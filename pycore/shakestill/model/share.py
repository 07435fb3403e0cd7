"""Share links: the whole rig and view state in a URL fragment, compact and versioned.

Fragment form: ``s1.<base64url of zlib-compressed JSON>``. zlib's Adler-32
checksum makes a damaged link fail loudly instead of opening another rig.
The fragment never reaches a server (browsers do not send it).
"""

from __future__ import annotations

import base64
import binascii
import json
import zlib

from .rig import Problem, RigError
from .rigfile import rig_from_dict, rig_to_dict
from .safejson import loads_json

PREFIX = "s1."
MAX_FRAGMENT = 200_000  # characters; a rig file is a few hundred bytes compressed
MAX_INFLATED = 2_000_000  # bytes; refuse decompression bombs
MAX_RESULT_CHARS = 60_000  # a check's result rides along only while the link stays short


def encode(rig_data: dict, view: dict | None = None, result: dict | None = None) -> str:
    """The fragment (without '#') for a rig file object, optional view state and optional
    result: the check the sender's page computed for exactly this rig, shown by the
    receiving page (marked as the sender's) until its own engine has checked the rig."""
    rig = rig_from_dict(rig_data)  # only valid rigs are shared
    payload = {"rig": rig_to_dict(rig), "view": view or {}}
    if isinstance(result, dict):
        text = json.dumps(result, separators=(",", ":"), allow_nan=False)
        if len(text) <= MAX_RESULT_CHARS:
            payload["result"] = result
    raw = json.dumps(payload, separators=(",", ":"), sort_keys=True).encode()
    packed = zlib.compress(raw, 9)
    return PREFIX + base64.urlsafe_b64encode(packed).decode().rstrip("=")


def _refuse(message: str) -> RigError:
    return RigError([Problem("(link)", message)])


def decode(fragment: str) -> tuple[dict, dict]:
    """(rig file object, view) from a fragment; raises RigError saying what is wrong."""
    if not isinstance(fragment, str):
        raise _refuse("the link's fragment is not text")
    text = fragment.strip()
    if "#" in text:
        text = text.rsplit("#", 1)[1]
    if not text.startswith(PREFIX):
        raise _refuse("this is not a Shakestill rig link (it should start with #s1.)")
    if len(text) > MAX_FRAGMENT:
        raise _refuse("this link is far too long to be a rig link")
    body = text[len(PREFIX):]
    try:
        # validate: a character outside the alphabet is damage, not something to skip
        packed = base64.b64decode(body + "=" * (-len(body) % 4), altchars=b"-_", validate=True)
        d = zlib.decompressobj()
        raw = d.decompress(packed, MAX_INFLATED)
        if d.unconsumed_tail or not d.eof:
            raise ValueError("truncated or oversized")
        text = raw.decode("utf-8")
    except (binascii.Error, ValueError, zlib.error, UnicodeDecodeError):
        raise _refuse("this link is damaged or incomplete (its checksum or encoding does not "
                      "match); ask for the link again") from None
    payload = loads_json(text, "(link)")  # bounded: depth, sizes, finite numbers by path
    if not isinstance(payload, dict) or not isinstance(payload.get("rig"), dict):
        raise _refuse("this link holds no rig")
    view = payload.get("view", {})
    if not isinstance(view, dict):
        raise _refuse("this link's view settings are not readable")
    rig_from_dict(payload["rig"])  # the rig inside must be valid, or say why
    return payload["rig"], view
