"""Quantities with units, as people type them: "25 mm", "1800rpm", "40 Hz".

This is the one place that knows unit names. Everything past it is SI.
"""

from __future__ import annotations

import math
import re
from decimal import Decimal

# Exact definitions of the customary units (international yard and pound, 1959; NIST SP 811,
# appendix B): 1 in = 0.0254 m, 1 ft = 0.3048 m, 1 lb = 0.45359237 kg, 1 lbf = 1 lb x g0.
INCH = 0.0254
FOOT = 0.3048
POUND = 0.45359237
OUNCE = POUND / 16.0
G0 = 9.80665  # standard gravity, m/s^2 (CGPM 1901): one "g" and the pound-force's g
POUND_FORCE = POUND * G0
RPM_PER_RAD_S = 60.0 / (2.0 * math.pi)

# Each kind maps unit spellings (lower case, single spaces) to the factor that turns them
# into SI (rpm for speeds). The first spelling of each unit is the one error messages list.
UNITS: dict[str, dict[str, float]] = {
    "length": {"m": 1.0, "cm": 1e-2, "mm": 1e-3, "um": 1e-6, "in": INCH, "inch": INCH,
               "inches": INCH, '"': INCH, "ft": FOOT, "foot": FOOT, "feet": FOOT, "'": FOOT},
    "mass": {"kg": 1.0, "g": 1e-3, "lb": POUND, "lbs": POUND, "oz": OUNCE},
    "speed": {"rpm": 1.0, "r/min": 1.0, "rev/min": 1.0, "1/min": 1.0, "hz": 60.0,
              "rev/s": 60.0, "rps": 60.0, "rad/s": RPM_PER_RAD_S},
    "inertia": {"kg m2": 1.0, "kg*m2": 1.0, "kg m^2": 1.0, "kg*m^2": 1.0,
                "kg cm2": 1e-4, "kg cm^2": 1e-4, "g cm2": 1e-7, "g*cm2": 1e-7, "g cm^2": 1e-7,
                "lb in2": POUND * INCH ** 2, "lb in^2": POUND * INCH ** 2,
                "lb*in^2": POUND * INCH ** 2, "lb ft2": POUND * FOOT ** 2,
                "lb ft^2": POUND * FOOT ** 2, "oz in2": OUNCE * INCH ** 2,
                "oz in^2": OUNCE * INCH ** 2},
    "damping": {"n m s": 1.0, "n*m*s": 1.0, "nms": 1.0, "n m s/rad": 1.0,
                "lbf in s": POUND_FORCE * INCH, "lbf*in*s": POUND_FORCE * INCH},
    "torque": {"n m": 1.0, "n*m": 1.0, "nm": 1.0, "mn m": 1e-3, "mnm": 1e-3,
               "lbf in": POUND_FORCE * INCH, "in lbf": POUND_FORCE * INCH,
               "lbf ft": POUND_FORCE * FOOT, "ft lbf": POUND_FORCE * FOOT,
               "ozf in": POUND_FORCE / 16.0 * INCH, "oz in": POUND_FORCE / 16.0 * INCH},
    "acceleration": {"m/s2": 1.0, "m/s^2": 1.0, "g": G0, "ft/s2": FOOT, "ft/s^2": FOOT,
                     "in/s2": INCH, "in/s^2": INCH},
    "rate": {"rpm/s": 1.0, "r/min/s": 1.0, "hz/s": 60.0, "rpm/min": 1.0 / 60.0},
    "force": {"n": 1.0, "kn": 1e3, "lbf": POUND_FORCE, "kgf": G0},
    "power": {"w": 1.0, "kw": 1e3, "hp": 745.69987158227022},  # mechanical horsepower
    "velocity": {"m/s": 1.0, "mm/s": 1e-3, "ft/s": FOOT, "in/s": INCH},
    "area": {"m2": 1.0, "m^2": 1.0, "cm2": 1e-4, "cm^2": 1e-4, "mm2": 1e-6, "mm^2": 1e-6,
             "in2": INCH ** 2, "in^2": INCH ** 2, "sq in": INCH ** 2},
    "time": {"s": 1.0, "ms": 1e-3, "min": 60.0, "h": 3600.0},
    "angle": {"rad": 1.0, "deg": math.pi / 180.0, "degrees": math.pi / 180.0,
              "°": math.pi / 180.0},
    "angle_deg": {"deg": 1.0, "degrees": 1.0, "°": 1.0,  # fields named *_deg: a bare number
                  "rad": 180.0 / math.pi},  # is in degrees
    "angular_rate": {"rad/s": 1.0, "deg/s": math.pi / 180.0, "rpm": 2 * math.pi / 60.0,
                     "r/min": 2 * math.pi / 60.0, "rev/s": 2 * math.pi, "hz": 2 * math.pi},
    "plain": {"": 1.0},
}

# How the lower-case spellings above are written for people (SI symbols keep their case).
SHOWN = {"hz": "Hz", "n m s": "N m s", "n m": "N m", "mn m": "mN m", "n": "N", "kn": "kN",
         "w": "W", "kw": "kW", "hz/s": "Hz/s"}

_NUMBER = re.compile(r"^\s*([-+]?(?:\d+\.?\d*|\.\d+)(?:[eE][-+]?\d+)?)\s*(.*?)\s*$")


class UnitError(ValueError):
    """A quantity could not be read; the message says what is allowed."""


def allowed_units(kind: str) -> str:
    """The units accepted for ``kind``, one spelling each as people write it, for messages
    and the page's hints (tests/browser/test_unit_hints.py holds the hints to it)."""
    seen, names = set(), []
    for spelling, factor in UNITS[kind].items():
        if spelling and factor not in seen:
            seen.add(factor)
            names.append(SHOWN.get(spelling, spelling))
    return ", ".join(names)


def parse_quantity(value: object, kind: str) -> float:
    """Turn a number or a string with a unit into SI.

    Parameters
    ----------
    value : float, int or str
        ``0.025``, ``"0.025"``, ``"25 mm"`` or ``"25mm"``. A bare number is SI
        (metres, kilograms, rpm for speeds).
    kind : str
        A key of ``UNITS``.

    Raises
    ------
    UnitError
        When the text is not a number followed by an allowed unit.
    """
    if kind not in UNITS:
        raise ValueError(f"kind: unknown quantity kind {kind!r}")
    if isinstance(value, bool):
        raise UnitError("expected a number, got a true/false value")
    if isinstance(value, int):
        try:
            return float(value)
        except OverflowError:
            raise UnitError(f"a {len(str(abs(value)))}-digit number is far too large") from None
    if isinstance(value, float):
        return value
    if not isinstance(value, str):
        raise UnitError(f"expected a number, got {type(value).__name__}")
    match = _NUMBER.match(value)
    if not match:
        raise UnitError(f"{value!r} is not a number with a unit"
                        + (f" (units: {allowed_units(kind)})" if kind != "plain" else ""))
    number, unit = float(match.group(1)), match.group(2).lower().replace("²", "2")
    unit = re.sub(r"\s+", " ", unit)
    table = UNITS[kind]
    if unit == "":
        return number
    if unit not in table:
        raise UnitError(f"unit {match.group(2)!r} is not allowed here; use {allowed_units(kind)}")
    factor = table[unit]
    power = round(math.log10(factor)) if factor > 0 else 0
    if factor == 10.0 ** power and number != 0 and math.isfinite(number):
        # a decimal prefix moves the decimal point: "24 mm" is exactly the double of 0.024,
        # where 24 * 1e-3 would be one bit off (two roundings)
        return float(Decimal(match.group(1)).scaleb(power))
    return number * factor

Assigned task: For the records above, state the number of lines that include the string "speeds" and add nothing.

Solution for this task: 2